I shouldn't have to watch my videos on just Sony Vegas. VLC should work, and the programs integrated player should work.


----------



## Scout Lukas

FRAPS ALL THE WAY







but it does have high cpu usage and high files but seems to be the best for screen footage capture


----------



## nvidiaftw12

Msi afterburner. Looks almost identical to the game that it recorded. Very little quality loss. Better than every other I have tried.


----------



## NameMakingSux

I had no idea MSI afterburner did screen cap!
i'll check it out!


----------



## Lazze

Quote:


> Originally Posted by *NameMakingSux*
> 
> Maybe you shouldn't be so presumptuous and defensive of software because you happen to like it.
> 
> Don't tell me i'm welcome. I never thanked you and have no intention of. You weren't helpful.
> 
> I know how recording software works and having used the program I obviously know that Action has a video player.
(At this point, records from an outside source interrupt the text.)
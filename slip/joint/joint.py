"""The whole joint as one record."""

from __future__ import annotations

from collections.abc import Mapping

from slip.base.notes import Note
from slip.base.records import record
from slip.base.units import System
from slip.joint.bolt import Bolt
from slip.joint.elements import Elements
from slip.joint.loads import Case
from slip.joint.pattern import Pattern
from slip.joint.plates import Plate
from slip.joint.surface import Interface
from slip.joint.table import TableForm
from slip.joint.tightening import Losses, Preload, Torque


@record
class Axial:
    """What an axial force means and who carries it. Shares between 0 and 1; None where not given.

    meaning: "external", "bolt force" or "bolt force change"; model_preload [N].
    """

    meaning: str | None
    model_preload: float | None
    model_bolt_share: float | None
    bolt_share: tuple[float, float] | None
    load_introduction: float | None
    credit_compression: bool


@record
class Required:
    """What the result must reach. decides: "per bolt" or "group"; grows: "all loads" or "shear"; true_slip [mm] or None."""

    static: float
    alternating: float
    decides: str
    decides_reason: str
    grows: str
    true_slip: float | None


@record
class Standard:
    """A standard that must be met as well: its name, a label that tells two entries of one name apart, and the entry's values."""

    name: str
    label: str
    options: Mapping[str, object]
    to_standard_level: float | None


@record(eq=False)
class Joint:
    """Everything that the file says, in inside units, with what was assumed and warned while reading."""

    title: str
    system: System
    bolt: Bolt
    tightening: Torque | Preload
    losses: Losses
    plates: tuple[Plate, ...]
    interface: Interface
    pattern: Pattern
    axial: Axial
    required: Required
    standards: tuple[Standard, ...]
    cases: tuple[Case, ...]
    table: TableForm
    elements: Elements
    loosening_limit: bool
    assumptions: tuple[Note, ...]
    warnings: tuple[Note, ...]
    digest: str
    file: str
I also know that its player would only play my video and not my sound. I know that VLC gave me some obscure error that seemingly only 1 other person encountered and his post on the mirillis forums didn't get a solution. I also know VLC has never give me a problem with a video before. I also know the video played fine in Sony Vegas worked for sound and video for some reason. So 1 out of 3 players worked, and it's own player didn't even. There's nothing "nonsense" about any of that. Those are facts that make perfect sense.
> 
> I shouldn't have to watch my videos on just Sony Vegas. VLC should work, and the programs integrated player should work.


I just had to comment on this, because you are being an absolute dick, and if anything is presumptuous, it's your comment. You are doing the exact same thing he did, you are just defending your opinion that the software sucks, when in reality its a problem on your end.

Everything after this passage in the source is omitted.